Hello /sci/.
What's the maximum number of solutions the given system could have? I'm told two, but I was thinking three (positive x, negative x, y). If I'm wrong, what's the deal?
I really don't know /sci/ I want beer and pizza! Do science already!
>>8787148
That's how I feel deep down but I know it's hard for you guys, and you have a life outside of work. Something your teachers may not give a shit about.
looks like a system of equations to me, just put it in a matrix and solve it
>>8787155
I've solved it how it's given. I get a positive x, negative x, and y. Three solutions as stated.
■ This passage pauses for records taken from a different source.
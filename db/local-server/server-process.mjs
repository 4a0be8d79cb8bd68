import { createHash } from "node:crypto";
import { existsSync, readFileSync, rmSync, statSync, truncateSync, writeFileSync } from "node:fs";
import { join } from "node:path";
import { failureFrom } from "../../app/platform/machine/failure.mjs";
import { bornOf } from "../../app/platform/machine/lock.mjs";
import { findFreePort, isPortFree } from "./ports.mjs";
import { program, writeOwned } from "./programs.mjs";

/** Starting and stopping the server of a cluster, and telling whether it runs. */

/** The longest path of a Unix socket on Linux (`sun_path`, 108 bytes with the closing zero). */
const LONGEST_SOCKET = 107;
const LARGEST_LOG = 10_000_000;

/**
 * Start the server on its port, or on another if that one is taken by now.
 *
 * @param {import("./binaries.mjs").Binaries} binaries
 * @param {string} home
 * @param {boolean} lasting
 * @returns {Promise<number>} its port
 */
export async function startServer(binaries, home, lasting) {
  const data = join(home, "data");
  const log = join(data, "server.log");
  if (existsSync(log) && statSync(log).size > LARGEST_LOG) truncateSync(log);
  const wanted = rememberedPort(home);
  const port = (await isPortFree(wanted)) ? wanted : await findFreePort(wanted + 1);
  writeFileSync(join(home, "port"), `${port}\n`);
  const socketFits = Buffer.byteLength(join(data, `.s.PGSQL.${port}`)) <= LONGEST_SOCKET;
  writeOwned(
    join(data, "haleside.conf"),
    [
      "listen_addresses = '127.0.0.1'",
      `port = ${port}`,
      `unix_socket_directories = '${socketFits ? data.replaceAll("'", "''") : ""}'`,
      "password_encryption = 'scram-sha-256'",
      "max_connections = 200",
      "timezone = 'UTC'",
      "log_timezone = 'UTC'",
      // Its library is large and not unpacked; the queries here are too short to gain from it.
      "jit = off",
      ...(lasting ? [] : ["fsync = off", "synchronous_commit = off", "full_page_writes = off"]),
      "",
    ].join("\n"),
  );
  forgetOtherProcess(data);
  const args = ["start", "-D", data, "-l", log, "-w", "-t", "120", "-s"];
  const { code, output } = await program(binaries, "pg_ctl", args, { untouched: true });
  if (code !== 0) {
    const said = existsSync(log) ? readFileSync(log, "utf8").split("\n").slice(-40).join("\n") : "";
    throw failureFrom("Starting the local database", `${output}\n${said}`, log);
  }
  return port;
}

/**
 * @param {import("./binaries.mjs").Binaries} binaries
 * @param {string} home
 */
export async function stopServer(binaries, home) {
  const args = ["stop", "-D", join(home, "data"), "-m", "fast", "-w", "-t", "60", "-s"];
  const { code } = await program(binaries, "pg_ctl", args, { untouched: true });
  if (code !== 0 && isRunning(join(home, "data"))) {
    await program(binaries, "pg_ctl", ["stop", "-D", join(home, "data"), "-m", "immediate", "-w", "-s"], {
      untouched: true,
    });
  }
}

/** Whether the server of a data folder runs: the process it names must really be that server. @param {string} data */
export function isRunning(data) {
  return namedProcess(data)?.includes(data) ?? false;
}

/**
 * A killed server leaves a file that names its process. When that number belongs to another program by now,
 * PostgreSQL would believe itself running and refuse to start.
 *
 * @param {string} data
 */
function forgetOtherProcess(data) {
  const words = namedProcess(data);
  if (words && !words.includes(data)) rmSync(join(data, "postmaster.pid"), { force: true });
}

/** The command line of the living process that `postmaster.pid` names. @param {string} data */
function namedProcess(data) {
  const file = join(data, "postmaster.pid");
  if (!existsSync(file)) return undefined;
  const pid = Number(readFileSync(file, "utf8").split("\n")[0]);
  if (bornOf(pid) === "") return undefined;
  try {
    return readFileSync(`/proc/${pid}/cmdline`, "utf8").split("\0");
  } catch {
    return undefined;
  }
}

/** @param {string} home */
export function rememberedPort(home) {
  const file = join(home, "port");
  const port = existsSync(file) ? Number(readFileSync(file, "utf8")) : Number.NaN;
  if (Number.isInteger(port) && port > 1023 && port < 65_536) return port;
  // Spread over a range, so that two checkouts seldom meet; below the range that the system hands out itself.
  return 25_000 + (createHash("sha256").update(home).digest().readUInt16BE() % 5000);
}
I'm told the answer is two solutions, and I think that's bullshit. Just looking for some quick justification.
>>8787166
Always hesitate if you're correct, especially when debating someone else, but believe the mathematics if you check it and it tells you that you are correct.
>>8787142
there is a theorem is Theory of equation according to which there are n no. of solns ( real and complex) for a polynomial having n as the highest power of the x(solution) in the equation....the no. of real powers can be found out using descartes rules of signs
>>8787142
Pose Y = y^3, X = x^2.
Solutions are (x, -y) ; (x, y). Solutions are COUPLES of reals.
>>8787166
Maybe (+x, y) and (-x, y) are considered two solutions?
There are six solutions.
The number of solutions may be only 1, if c=f=0 for example.
>>8787166
What is a solution to that system of equations? Hint, it's not x, -x, or y.
Since the determinant of the matrix
a b
d e
Is not zero, you can multiply both sides by the matrix inverse and get
x^2 = constant
y^3 = other constant
Then it depends on the field you are solving over and whether the right side constants are zero
If neither constant is zero and you are solving over C, you get 6 solutions.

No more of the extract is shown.